I repainted over both using Benjamin Moore flat white ceiling paint.


----------



## danielsymonds (Oct 14, 2010)

I've rarely liked Behr and many of my customers over the years. When I worked retail sales at a paint store, customers brought in their Behr for replacement. I would match color and reports would often come back of the difference in quality. Just as important are the TOOLS you choose. Cheap tools make painting much, much harder to achieve good results and ease of application. I almost always use Sherwin-Williams Pro Mar 400 for ceilings. Covers great and looks really smooth. Not made for washing so keep it on the ceiling.


----------



## racebum (Mar 8, 2010)

avoid both. their ceiling paints are horrible. if you only have box stores around get valspars signature series in flat white. it covers well on ceilings and doesn't streak. 
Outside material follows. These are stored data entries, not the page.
import { describe, expect, it } from 'vitest';
import { scanPair } from '../../../core/shift/scan';
import { syntheticIsotherms } from '../../../core/synthetic';
import { expectAbsClose } from '../../helpers/assert-close';
import { horizontalProblem, MELT_WLF_PB } from './fixtures';

describe('scanPair()', () => {
  const { dataset, truth } = syntheticIsotherms({
    ...MELT_WLF_PB.options,
    relativeNoise: 0,
    seed: 1,
  });
  const p = horizontalProblem(dataset);
  const settings = { step: 0.05, directionAllowance: 0.5, maxOffset: Infinity };

  it('scanPair() finds the offset of neighbouring noise-free isotherms within the fine step', () => {
    for (const [u, v] of [
      [5, 6],
      [5, 4],
      [0, 1],
    ]) {
      const r = scanPair(p, u, v, Math.sign(v - u), settings)!;
      expectAbsClose(r.dh, truth.log10aT[v] - truth.log10aT[u], 0.01, `pair ${u}→${v}`);
    }
  });

  it('scanPair() refines below the grid: noise-free neighbours within a fiftieth of its finest step', () => {
    // Chained over hundreds of closely spaced isotherms, grid rounding would add up.
    for (const [u, v] of [
      [5, 6],
      [5, 4],
    ]) {
      const r = scanPair(p, u, v, Math.sign(v - u), settings)!;
      expectAbsClose(r.dh, truth.log10aT[v] - truth.log10aT[u], 0.0001, `pair ${u}→${v}`);
    }
  });

  it('scanPair() respects the direction prior (aT falls with temperature)', () => {
    // Told that curve 5 is the hotter one (it is colder), with no allowance, the scan may not go
    // beyond dh = 0 although the true offset is positive.
    const r = scanPair(p, 6, 5, 1, { ...settings, directionAllowance: 0 })!;
    expect(r.dh).toBeLessThanOrEqual(1e-12);
  });
});
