/** `perDecade` points per decade from min to max inclusive (at least 2), log-spaced. */
export function logSpace(min: number, max: number, perDecade: number): number[] {
  if (!(min > 0) || !(max > min)) throw new RangeError('logSpace needs 0 < min < max');
  const a = Math.log10(min);
  const b = Math.log10(max);
  const n = Math.max(2, Math.ceil((b - a) * perDecade) + 1);
  return Array.from({ length: n }, (_, i) => 10 ** (a + ((b - a) * i) / (n - 1)));
}
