import { describe, expect, it } from 'vitest';
import { Matrix, inverse } from 'ml-matrix';
import { shiftIsotherms } from '../../../core/shift';
import { offsetCovariance, offsetStdErrors } from '../../../core/shift/covariance';
import { residualsAt } from '../../../core/shift/residuals';
import { robustWeight } from '../../../core/shift/robust';
import { referenceWeights } from '../../../core/shift/reference';
import type { SolveSettings } from '../../../core/shift/solve';
import { solveOffsets } from '../../../core/shift/solve';
import { expectAbsClose, expectRelClose } from '../../helpers/assert-close';
import { horizontalProblem, make, MELT_ARRHENIUS } from './fixtures';

describe('offsetStdErrors()', () => {
  const { dataset, truth } = make(MELT_ARRHENIUS, 0.02, 3);
  const n = dataset.isotherms.length;
  const p = horizontalProblem(dataset);
  const temps = dataset.isotherms.map((i) => i.temperatureK);
  const ref = referenceWeights([...Array(n).keys()], temps, MELT_ARRHENIUS.options.referenceK);
  const coef = new Float64Array(n);
  ref.coef.forEach((c, k) => (coef[k] = c));
  const settings: SolveSettings = {
    loss: 'huber',
    scale: 0.012,
    maxIterations: 30,
    fixed: new Uint8Array(n),
    constraints: [{ coef, rhs: 0 }],
    toleranceDecades: 1e-4,
    covariance: false,
  };
  const out = solveOffsets(p, truth.log10aT, settings);

  it('offsetStdErrors() equals the square root of the full covariance diagonal', () => {
    expect(out.uncertainty).toBeNull(); // not asked for
    const cov = offsetCovariance(p, out.theta, settings, out.residualVariance)!;
    const some = [0, 3, 9];
    const se = offsetStdErrors(p, out.theta, settings, out.residualVariance, some);
    some.forEach((c, i) => {
      expect(se[i]).toBeGreaterThan(0);
      // Same algebra in another order: equal to rounding.
      expectRelClose(se[i], Math.sqrt(cov[c * n + c]), 1e-9, `curve ${c}`);
    });
  });

  it('offsetStdErrors() gives NaN for a fixed parameter', () => {
    const fixed = new Uint8Array(n);
    fixed[2] = 1;
    const se = offsetStdErrors(p, out.theta, { ...settings, fixed }, out.residualVariance, [2]);
    expect(se[0]).toBeNaN();
  });
});

describe('offsetCovariance()', () => {
  it('offsetCovariance() equals the sandwich worked out densely from every residual', () => {
    // The same estimator computed the straightforward way (Huber 1967: Cov = s²·M B M with M the
    // constrained inverse of the curvature and B the noise of every measured entry propagated
    // through the score), with dense matrices from ml-matrix: here with a reference between two
    // isotherms (interpolated, three coefficients) and one locked isotherm.
    const { dataset } = make(MELT_ARRHENIUS, 0.02, 4);
    const n = dataset.isotherms.length;
    const p = horizontalProblem(dataset);
    const temps = dataset.isotherms.map((i) => i.temperatureK);
    const ref = referenceWeights([...Array(n).keys()], temps, 468.15);
    expect(ref.kind).toBe('interpolated');
    const coef = new Float64Array(n);
    ref.coef.forEach((c, k) => (coef[k] = c));
    const fixed = new Uint8Array(n);
    fixed[8] = 1;
    const settings: SolveSettings = {
      loss: 'huber',
      scale: 0.012,
      maxIterations: 30,
      fixed,
      constraints: [{ coef, rhs: 0 }],
      toleranceDecades: 1e-4,
      covariance: false,
    };
    const out = solveOffsets(p, new Float64Array(n), settings);
    const s2 = out.residualVariance;
    const cov = offsetCovariance(p, out.theta, settings, s2)!;

    const buf = residualsAt({ ...p, smoothSlopes: true }, out.theta);
    const free = [...Array(n).keys()].filter((k) => !fixed[k]);
    const at = new Map(free.map((k, u) => [k, u]));
    const m = free.length;
    const A = Matrix.zeros(m, m);
    const score = new Map<string, { weight: number; v: Float64Array }>();
    const sens = (curve: number, d: number, e: number) => {
      const key = `${curve}/${d}/${e}`;
      if (!score.has(key))
        score.set(key, { weight: 1 / p.curves[curve][d].w[e], v: new Float64Array(m) });
      return score.get(key)!.v;
    };
    for (let k = 0; k < buf.size; k++) {
      const z = buf.r[k] * Math.sqrt(buf.w[k]);
      const wt = buf.w[k] * robustWeight('huber', z, settings.scale);
      const g = buf.g[k];
      const u = at.get(buf.owner[k]);
      const t = at.get(buf.other[k]);
      // ∇r = g (e_owner − e_other) over the free parameters.
      const grad = new Float64Array(m);
      if (u !== undefined) grad[u] += g;
      if (t !== undefined) grad[t] -= g;
      for (let a = 0; a < m; a++)
        for (let b = 0; b < m; b++) A.set(a, b, A.get(a, b) + wt * grad[a] * grad[b]);
      const lam = buf.lam[k];
      const own = sens(buf.owner[k], buf.driver[k], buf.entry[k]);
      const left = sens(buf.other[k], buf.driver[k], buf.knot[k]);
      const right = sens(buf.other[k], buf.driver[k], buf.knot[k] + 1);
      for (let a = 0; a < m; a++) {
        own[a] += wt * grad[a];
        left[a] -= (1 - lam) * wt * grad[a];
        right[a] -= lam * wt * grad[a];
      }
    }
    const B = Matrix.zeros(m, m);
    for (const { weight, v } of score.values())
      for (let a = 0; a < m; a++)
        for (let b = 0; b < m; b++) B.set(a, b, B.get(a, b) + weight * v[a] * v[b]);
    const K = Matrix.zeros(m + 1, m + 1);
    for (let a = 0; a < m; a++) {
      for (let b = 0; b < m; b++) K.set(a, b, A.get(a, b));
      K.set(a, m, coef[free[a]]);
      K.set(m, a, coef[free[a]]);
    }
    const M = inverse(K).subMatrix(0, m - 1, 0, m - 1);
    const dense = M.mmul(B).mmul(M).mul(s2);
    for (let a = 0; a < m; a++)
      for (let b = 0; b < m; b++)
        expectAbsClose(
          cov[free[a] * n + free[b]],
          dense.get(a, b),
          1e-9 * dense.get(a, a),
          `cov[${free[a]}][${free[b]}]`,
        );
    // The locked isotherm has no variance and no covariance.
    for (let k = 0; k < n; k++) expect(cov[8 * n + k]).toBe(0);
  });
});

describe('shiftIsotherms() covariance', () => {
  it('shiftIsotherms() returns the covariance of log10 aT of the included isotherms, its diagonal the s.e.²', () => {
    const { dataset } = make(MELT_ARRHENIUS, 0.02, 5);
    const r = shiftIsotherms(dataset, {
      referenceK: MELT_ARRHENIUS.options.referenceK,
      locked: [{ id: 'T02', log10aT: 0.4 }],
    });
    const c = r.covariance!;
    expect(c.ids).toEqual(r.curves.filter((cv) => cv.included).map((cv) => cv.id));
    c.ids.forEach((id, a) => {
      const curve = r.curves.find((cv) => cv.id === id)!;
      expectAbsClose(Math.sqrt(c.log10aT[a][a]), curve.log10aTStdErr!, 1e-12, id);
      c.ids.forEach((_, b) => expect(c.log10aT[a][b]).toBe(c.log10aT[b][a]));
    });
    // The reference isotherm (measured at Tref) and the locked one have no variance at all.
    const zeroRows = c.ids.filter((_, a) => c.log10aT[a].every((v) => v === 0));
    expect(zeroRows.sort()).toEqual(['T02', 'T05']);
    // Neighbouring shifts share the noise of the curves between them: positively correlated.
    expect(c.log10aT[2][3]).toBeGreaterThan(0);
    expect(() => JSON.stringify(r)).not.toThrow();
  });
});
if you have a sherwin williams near you can save some $$ and get their ceiling paint in classic 99 for $25/gal


----------



## chrisn (Dec 23, 2007)

racebum said:


> avoid both. their ceiling paints are horrible. if you only have box stores around get valspars signature series in flat white. it covers well on ceilings and doesn't streak.
> 
> if you have a sherwin williams near you can save some $$ and get their ceiling paint in classic 99 for $25/gal


 
:thumbsup:


----------



## PCMLR (Oct 8, 2010)

Deviation from your question, but my favorite ceiling paint is not called ceiling paint and is about $8 per gallon. The difference between wall paint and ceiling paint is basically the thickness, ceiling paint has no sheen whatsoever meaning it's as flat as can be, and it is not really white as pure white tends not to cover as well. 

I bought a gallon of a generic type paint at Walmart called Super Hide in flat white. I bought it to cover beige canvas to oil paint an art piece. This brand was too flat and too thick. I've used every brand of flat white wall paint for this purpose with no problems. It occurred to me that this could be a really inexpensive ceiling paint and sure enough, it was! Minimal splatter, great coverage and adhesion. The only problem was that the pure white made my other ceilings looks dingy even though they had been painted within the same month. I've recommended this paint to many skeptics who now recommend it to others.


----------



## hammerheart14 (Sep 2, 2010)

jsf93 said:


> which is a better ceiling white behr or valspar?


NEITHER. Both are crappy paints. Go with a good quality flat from either Ben Moore or Pratt and Lambert. If you were in the paint store I manage, I would sell you this for a ceiling. I sell it for only $17.95 a gallon:http://www.prattandlambert.com/pdf/product-data-sheets/8101.pdf.


----------



## Kevin M. (Nov 26, 2009)

jsf93 said:


> which is a better ceiling white behr or valspar?


Neither. They are crap.


----------